**SOURCE DATA**.

════════════════════

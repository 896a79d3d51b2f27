import { AxeBuilder } from "@axe-core/playwright";
import { afterAll, beforeAll, describe, expect, it } from "vitest";
import type { Browser, Page } from "playwright-core";
import { newPage, openBrowser, shown, signIn } from "./support/browser";

let browser: Browser;
beforeAll(async () => {
  browser = await openBrowser();
});
afterAll(async () => {
  await browser?.close();
});

/** The main screens of the demo site, as paths. */
async function mainScreens(page: Page): Promise<[string, string][]> {
  const sites = await (await page.request.get("/api/sites")).json();
  const site = sites.find((s: { code: string }) => s.code === "WHD26");
  const trenches = await (await page.request.get(`/api/sites/${site.id}/trenches`)).json();
  const contexts = await (await page.request.get(`/api/sites/${site.id}/contexts`)).json();
  const finds = await (await page.request.get(`/api/sites/${site.id}/finds?pageSize=1`)).json();
  const s = `/sites/${site.id}`;
  return [
    ["sites", "/sites"],
    ["overview", s],
    ["plan", `${s}/trenches/${trenches[0].id}`],
    ["register", `${s}/finds`],
    ["find", `${s}/finds/${finds.rows[0].id}`],
    ["import", `${s}/finds/import`],
    ["context sheets", `${s}/contexts`],
    ["sheet", `${s}/contexts/${contexts[0].id}`],
    ["matrix", `${s}/contexts/matrix`],
    ["patterns", `${s}/patterns`],
    ["drawings", `${s}/drawings`],
    ["sign-off", `${s}/sign-off`],
    ["people", `${s}/members`],
    ["settings", `${s}/settings`],
    ["record trail", `${s}/audit`],
  ];
}

/** Serious and critical findings of axe-core against WCAG 2.2 A and AA, as "rule: target (summary)" lines. */
async function seriousFindings(page: Page): Promise<string[]> {
  const result = await new AxeBuilder({ page })
    .withTags(["wcag2a", "wcag2aa", "wcag21a", "wcag21aa", "wcag22aa"])
    .analyze();
  return result.violations
    .filter((v) => v.impact === "serious" || v.impact === "critical")
    .flatMap((v) =>
      v.nodes.map((n) => `${v.id}: ${n.target.join(" ")} (${n.failureSummary?.split("\n")[1]?.trim() ?? v.help})`),
    );
}

describe("accessibility of the main screens", () => {
  for (const role of ["digger", "specialist", "director"] as const) {
    it(`axe-core finds nothing serious or critical on any main screen, as the ${role}`, async () => {
      const page = await newPage(browser);
      await signIn(page, role);
      const found: string[] = [];
      for (const [name, path] of await mainScreens(page)) {
        await page.goto(path);
        await page.waitForLoadState("networkidle");
        if (name === "plan") await shown(page.getByTestId("plan-canvas"), 20_000);
        for (const line of await seriousFindings(page)) found.push(`${name}: ${line}`);
      }
      expect(found).toEqual([]);
      await page.context().close();
    }, 300_000);
  }
});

════════════════════

**YOUR ASSIGNMENT**. Please go through the data above and copy each line containing the word "name".

**WRITTEN RESPONSE**.
      for (const [name, path] of await mainScreens(page)) {
        if (name === "plan") await shown(page.getByTestId("plan-canvas"), 20_000);
        for (const line of await seriousFindings(page)) found.push(`${name}: ${line}`);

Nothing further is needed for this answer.